Pascal Laugier est très fort pour orchestrer des huis clos dans lesquels la cruauté est un moyen pour la femme qui la subit de surmonter un traumatisme – sa plus belle réussite restant, à ce jour, Ghostland – et donc de s’émanciper. Ses films sont viscéraux, brutaux et sans concession, parfois proches du torture porn dont ils empruntent certains codes.
Le problème avec The Tall Man, au regard de la petite filmographie du réalisateur, réside dans son incapacité à traiter avec simplicité la question qu’il se pose et pose à son spectateur : peut-on penser l’enlèvement d’enfants comme un bienfait ? Laugier, comme terrifié par sa question, convaincu également de l’impertinence de son geste et donc soucieux d’en garder le mystère, la brouille par des ellipses, des révélations dramatiques à foison qui déconstruisent ce qui vient d’être mis en place, jusqu’à noyer son propos sous des torrents d’artifices. La clausule paraît brouillonne, tirée par les cheveux, mal fichue ; et le chemin sinueux emprunté pour y arriver semble incongru, grossier et invraisemblable.
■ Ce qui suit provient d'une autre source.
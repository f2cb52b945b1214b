export { sessionParamsSchema } from '@/lib/validations/session';
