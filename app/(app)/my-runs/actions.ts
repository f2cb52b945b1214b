'use server';

import { revalidatePath } from 'next/cache';
import { getInvitationWithSession } from '@/db/queries/invitation-records';
import { resetCalendarToken } from '@/db/queries/calendar-feed';
import { requireMember, requireUser } from '@/lib/auth';
import { notFound, parseOrThrow, type ActionState } from '@/lib/errors';
import { action } from '@/lib/http';
import { recordOwnReply } from '@/lib/invitations/reply';
import { invitationIdSchema, replyToInvitationSchema } from '@/lib/validations/invitation';

/** A member replies to their own invitation from My runs (the e-mail's reply links stop working). */
export const replyToInvitation = action(['id', 'state', 'form'], async (invitationId, _prev, formData): Promise<ActionState> => {
  const user = await requireUser();
  const id = parseOrThrow(invitationIdSchema, invitationId);
  const found = getInvitationWithSession(id);
  if (!found || found.invitation.userId !== user.id) throw notFound('That invitation');
  await requireMember(found.session.railwayId, 'operator', 'reply to invitations');
  const { reply } = parseOrThrow(replyToInvitationSchema, { reply: formData.get('reply') });
  recordOwnReply({ userId: user.id, invitationId: id, reply });
  revalidatePath('/my-runs');
  return { ok: true, message: 'Reply saved.' };
});

/** Gives the signed-in user a new calendar feed address; the old one stops working at once. */
export const resetCalendarFeed = action(['state', 'form'], async (_prev, _formData): Promise<ActionState> => {
  const user = await requireUser();
  resetCalendarToken(user.id);
  revalidatePath('/my-runs');
  return { ok: true, message: 'New feed address made. The old one no longer works: subscribe again with the new one.' };
});
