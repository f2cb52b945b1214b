import { z } from 'zod';

export { sessionParamsSchema } from '@/lib/validations/session';

/** `?only=load`: the load profile alone, compact (the builder's Load view); absent: the whole check. */
export const checkQuerySchema = z.object({ only: z.enum(['load']).optional() }).strict();
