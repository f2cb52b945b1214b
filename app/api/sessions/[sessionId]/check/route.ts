import { parseOrThrow } from '@/lib/errors';
import { handler } from '@/lib/http';
import { snapshotOf } from '@/lib/sessions/builder';
import { requireSession } from '@/lib/sessions/access';
import { sessionParamsSchema } from './schema';

export const dynamic = 'force-dynamic';

/** The engine's findings and load profile for the stored session. */
const getCheck = handler<{ sessionId: string }>(async (_request, { params }) => {
  const { sessionId } = parseOrThrow(sessionParamsSchema, await params);
  const { session } = await requireSession(sessionId, 'view');
  const { findings, counts, totals, truncated, load, checkMs, runs } = snapshotOf(session.id);
  const { errors, warnings } = totals;
  return Response.json({
    sessionId: session.id,
    runCount: runs.length,
    errors,
    warnings,
    counts,
    truncated,
    findings,
    load,
    checkMs,
  });
});

export { getCheck as GET };
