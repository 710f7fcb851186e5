/**
 * A seeded subsample of rows, shared by the report's sections.
 *
 * @module
 */
import { rng } from "../random/mod.ts";
import { type Samples, takeRows } from "../samples/mod.ts";

/** At most `rows` rows of `s`, chosen by `seed`, in their original order. */
export function subsample(s: Samples, rows: number, seed: string): Samples {
  if (s.n <= rows) return s;
  const idx = rng(seed).permutation(s.n).subarray(0, rows);
  return takeRows(s, Uint32Array.from(idx).sort());
}
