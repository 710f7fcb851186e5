/**
 * Several generators against one real set (`--fake A=path --fake B=path`): each metric for
 * each generator and each pairwise difference with a paired interval and a verdict.
 *
 * @module
 */
import { htmlTable } from "../display/mod.ts";
import type { Estimate } from "../estimate/mod.ts";
import { compareGenerators, type MetricName } from "../metrics/mod.ts";
import { plotGeneratorComparison } from "../plot/mod.ts";
import { estimateJson, formatShort } from "./estimate_json.ts";
import type { Json } from "./json.ts";
import { subsample } from "./_subsample.ts";
import type { ReportContext, ReportSection } from "./types.ts";

/** Metrics of the comparison, under their summary.json names. */
const METRICS: readonly { readonly key: string; readonly name: MetricName }[] = [
  { key: "frechet", name: "frechet" },
  { key: "mmd", name: "mmd" },
  { key: "precision", name: "precision" },
  { key: "recall", name: "recall" },
  { key: "density", name: "density" },
  { key: "coverage", name: "coverage" },
];

function names(ctx: ReportContext): string[] {
  return (ctx.inputs.generators ?? []).map((g) => g.name);
}

function pairs(list: readonly string[]): [string, string][] {
  const out: [string, string][] = [];
  for (let i = 0; i < list.length; i++) {
    for (let j = i + 1; j < list.length; j++) out.push([list[i], list[j]]);
  }
  return out;
}

/**
 * The comparison section: `compareGenerators` on the real set and every named generated
 * set (each on at most `plan.metricRows` rows, a seeded subsample), with
 * `plan.comparisonReplicates` half-sample replicates. Values go under
 * `comparison.values.<name>.<metric>` and paired differences under
 * `comparison.differences.<A>_vs_<B>.<metric>` (A − B, with `resolved` and `better`), so
 * that "A's Fréchet distance is lower than B's" is a claim between two paths (`than`) or,
 * sharper, on the paired difference against 0.
 *
 * References: Heusel et al. 2017 (Fréchet distance); Gretton et al. 2012 (MMD);
 * Kynkäänniemi et al. 2019 (precision, recall); Naeem et al. 2020 (density, coverage).
 *
 * @example
 * ```ts
 * import { comparisonSection } from "./section_comparison.ts";
 * import assert from "node:assert/strict";
 * const ctx = { inputs: { generators: [{ name: "A" }, { name: "B" }] } } as never;
 * assert.ok(comparisonSection.keys(ctx).includes("comparison.differences.A_vs_B.frechet.difference"));
 * ```
 */
export const comparisonSection: ReportSection = {
  id: "comparison",
  title: "Generators compared",
  applies(ctx) {
    const list = names(ctx);
    return list.length > 1
      ? true
      : "one generated set (give several with --fake A=FILE --fake B=FILE to compare them)";
  },
  keys(ctx) {
    const list = names(ctx);
    return [
      ...list.flatMap((g) => METRICS.map((m) => `comparison.values.${g}.${m.key}`)),
      ...pairs(list).flatMap(([a, b]) =>
        METRICS.map((m) => `comparison.differences.${a}_vs_${b}.${m.key}.difference`)
      ),
    ];
  },
  run(ctx, out) {
    const { plan } = ctx;
    const seed = `${plan.seed}:comparison`;
    const gens = ctx.inputs.generators!;
    const real = subsample(ctx.inputs.real.samples, plan.metricRows, `${seed}:real`);
    const fakes = gens.map((g) => subsample(g.samples, plan.metricRows, `${seed}:${g.name}`));
    const c = compareGenerators(real, fakes, METRICS.map((m) => m.name), {
      names: gens.map((g) => g.name),
      replicates: plan.comparisonReplicates,
      level: plan.level,
      seed,
      kPrecision: plan.metricK.precisionRecall,
      kDensity: plan.metricK.densityCoverage,
      onProgress: (done, total) => ctx.onProgress("generators compared", done / total),
    });
    const values: Record<string, Record<string, Json>> = {};
    const byName: Record<string, Record<string, Estimate>> = {};
    for (const v of c.values) {
      const key = METRICS.find((m) => m.name === v.metric)!.key;
      (values[v.generator] ??= {})[key] = estimateJson(v.estimate);
      (byName[v.generator] ??= {})[key] = v.estimate;
    }
    const differences: Record<string, Record<string, Json>> = {};
    for (const d of c.differences) {
      const key = METRICS.find((m) => m.name === d.metric)!.key;
      (differences[`${d.a}_vs_${d.b}`] ??= {})[key] = {
        difference: estimateJson(d.difference),
        resolved: d.resolved,
        better: d.better,
      };
    }
    out.data.comparison = {
      generators: gens.map((g) => g.name),
      better: Object.fromEntries(METRICS.map((m) => [m.key, c.better[m.name]])),
      values,
      differences,
    };
    out.methods.comparison = {
      metrics: METRICS.map((m) => m.key),
      rows: { real: real.n, generators: fakes.map((f) => f.n) },
      replicates: plan.comparisonReplicates,
      k: { ...plan.metricK },
      seed,
      interval: "half-sample replicates, paired across generators (the same real rows)",
    };
    out.html.push(htmlTable(
      ["generator", ...METRICS.map((m) => `${m.key} (${c.better[m.name]} is better)`)],
      gens.map((g) => [g.name, ...METRICS.map((m) => byName[g.name][m.key])]),
      `Each generator against the real set (${real.n} real rows)`,
    ));
    out.html.push(htmlTable(
      ["pair", "metric", "difference A − B", "verdict"],
      c.differences.map((d) => [
        `${d.a} vs ${d.b}`,
        d.metric,
        d.difference,
        d.resolved ? `${d.better} is better` : "not resolved at this sample size",
      ]),
      "Paired differences",
    ));
    const fd = c.differences.filter((d) => d.metric === "frechet");
    out.headlines.push(
      "Generators compared: " +
        fd.map((d) =>
          `Fréchet distance ${d.a} − ${d.b} = ${formatShort(d.difference)} (${
            d.resolved ? `${d.better} is better` : "not resolved"
          })`
        ).join("; ") + ".",
    );
    out.figures.push({
      name: "generator_comparison",
      figure: plotGeneratorComparison(c),
      caption: "Each metric for each generator with its interval.",
    });
  },
};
Il y a une surcharge de tout : trop de violence, trop de thriller paranoïaque, trop de retournements de situation, trop de musiques, trop de non-dits. Nous atteignons rapidement un point de non-retour au-delà duquel le scénario nous échappe, cesse de nous intriguer pour agacer ; et quand vient la lumière, quand nous comprenons enfin tenants et aboutissants, une autre question surgit : fallait-il tordre à ce point le récit pour dire ce qui est dit ? fallait-il se montrer si lourdingue dans les symboles ? Le film aurait dû épouser la forme du raptus, de ce ravissement entendu dans les deux sens d’enlèvement brutal et d’élévation sublime. En lieu et place, une démonstration sociétale fardée qui exhibe ses formes aguicheuses derrière cette grande vitrine du style qu’est l’image de cinéma.